◆ Task objective: Read through the entries below and return each line with the word "clippedLowShare".

Stored items:
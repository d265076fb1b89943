import { describe, expect, it } from 'vitest';
import { frameSignals } from '../../../worker/signals/frame-signals';

// Expected values follow from the definitions in frame-signals.ts [C]: RMS contrast as the population standard
// deviation of intensities scaled to 0..1 (Peli 1990 [M]); clipped pixels ≤ 2 or ≥ 253 (common practice).
describe('frame signals', () => {
  it('reports a flat mid-grey frame as zero contrast with nothing clipped', () => {
    const s = frameSignals(new Float32Array(12).fill(128), 4, 3);
    expect(s).toEqual({
      meanLuma: 128,
      contrast: 0,
      sharpness: 0,
      clippedShare: 0,
      clippedLowShare: 0,
      clippedHighShare: 0,
    });
  });

  it('reports a half black, half white frame as contrast 0.5, all of it clipped', () => {
    const grey = Float32Array.from({ length: 16 }, (_, i) => (i % 4 < 2 ? 0 : 255));
    const s = frameSignals(grey, 4, 4);
    expect(s.meanLuma).toBe(127.5);
    expect(s.contrast).toBeCloseTo(0.5, 12);
    expect(s.clippedLowShare).toBe(0.5);
    expect(s.clippedHighShare).toBe(0.5);
    expect(s.clippedShare).toBe(1);
    expect(s.sharpness).toBeGreaterThan(0);
  });

  it('counts clipping on the rounded 8-bit code: ≤ 2 and ≥ 253', () => {
    const grey = Float32Array.from([2.4, 2.6, 252.4, 252.6]);
    const s = frameSignals(grey, 4, 1);
    expect(s.clippedLowShare).toBe(0.25);
    expect(s.clippedHighShare).toBe(0.25);
  });
});
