import { afterAll, beforeAll, describe, expect, it } from "vitest";
import type { Browser, Page } from "playwright-core";
import { newPage, openBrowser, shown, signIn } from "./support/browser";

/** The finds store's boxes in the browser: emptying one box into another, and boxes added with no connection. */
let browser: Browser;
beforeAll(async () => {
  browser = await openBrowser();
});
afterAll(async () => {
  await browser?.close();
});

async function openSite(page: Page): Promise<string> {
  await page.getByRole("listitem").filter({ hasText: "Whinnydale Holm" }).getByRole("link").first().click();
  await page.waitForURL(/\/sites\/[0-9a-f-]{36}$/);
  return new URL(page.url()).pathname;
}

async function newBox(page: Page, siteId: string, store: string): Promise<{ id: string; number: number }> {
  const res = await page.request.post(`/api/sites/${siteId}/boxes`, { data: { store } });
  expect(res.status(), await res.text()).toBe(201);
  return (await res.json()) as { id: string; number: number };
}

describe("the box register", () => {
  it("a finds specialist empties a box into another after confirming how many finds move", async () => {
    const page = await newPage(browser);
    await signIn(page, "specialist");
    const site = await openSite(page);
    const siteId = site.split("/")[2]!;
    const [from, into] = [await newBox(page, siteId, "Finds shed, shelf 1"), await newBox(page, siteId, "Store B")];
    const list = await page.request.get(`/api/sites/${siteId}/finds?pageSize=50&sort=number&dir=desc`);
    const rows = ((await list.json()) as { rows: { id: string; processing: string }[] }).rows;
    const picked = rows.filter((f) => f.processing !== "sent").slice(0, 2);
    expect(picked).toHaveLength(2);
    const boxed = await page.request.post(`/api/sites/${siteId}/finds/bulk`, {
      data: { action: "process", findIds: picked.map((f) => f.id), processing: "boxed", boxId: from.id },
    });
    expect(boxed.status(), await boxed.text()).toBe(200);

    await page.goto(`${site}/boxes/${from.id}`);
    await shown(page.getByRole("heading", { name: "Finds in the box (2)" }));
    await page.getByText(`Empty box ${from.number} into another`).click();
    await page.getByLabel("Box to move everything into").selectOption(into.id);
    await page.getByRole("button", { name: `Empty box ${from.number}…` }).click();
    const ask = page.getByRole("alertdialog");
    await shown(ask);
    await expect(ask.textContent()).resolves.toContain(`Move 2 finds from box ${from.number} into box ${into.number}?`);
    await ask.getByRole("button", { name: `Move 2 finds into box ${into.number}` }).click();
    await shown(page.getByText(`Moved 2 finds into box ${into.number}.`));
    await shown(page.getByRole("heading", { name: "Finds in the box (0)" }));
    await page.goto(`${site}/boxes/${into.id}`);
    await shown(page.getByRole("heading", { name: "Finds in the box (2)" }));
    await page.context().close();
  });

  it("a box added with no connection is listed at once, marked as waiting, and joins the register when sent", async () => {
    const page = await newPage(browser);
    await signIn(page, "specialist");
    const site = await openSite(page);
    await page.goto(`${site}/boxes`);
    const store = `Finds shed, shelf ${Date.now() % 100_000}`;
    await page.context().setOffline(true);
    await page.getByLabel("Store and place in it").fill(store);
    await page.getByRole("button", { name: "Add a box" }).click();
    const row = page.getByRole("table", { name: "Box register" }).getByRole("row").filter({ hasText: store });
    await shown(row);
    await expect(row.textContent()).resolves.toContain("waiting to be sent from this device");
    expect(await row.getByRole("link").count()).toBe(0);
    await page.context().setOffline(false);
    // Sent when the connection is back: the register shows it as one of its own, with its number and a link.
    await expect
      .poll(async () => (await row.textContent())?.includes("waiting to be sent") ?? true, { timeout: 30_000 })
      .toBe(false);
    await shown(row.getByRole("link"));
    await page.context().close();
  });
});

◆ Output below:
      clippedLowShare: 0,
    expect(s.clippedLowShare).toBe(0.5);
    expect(s.clippedLowShare).toBe(0.25);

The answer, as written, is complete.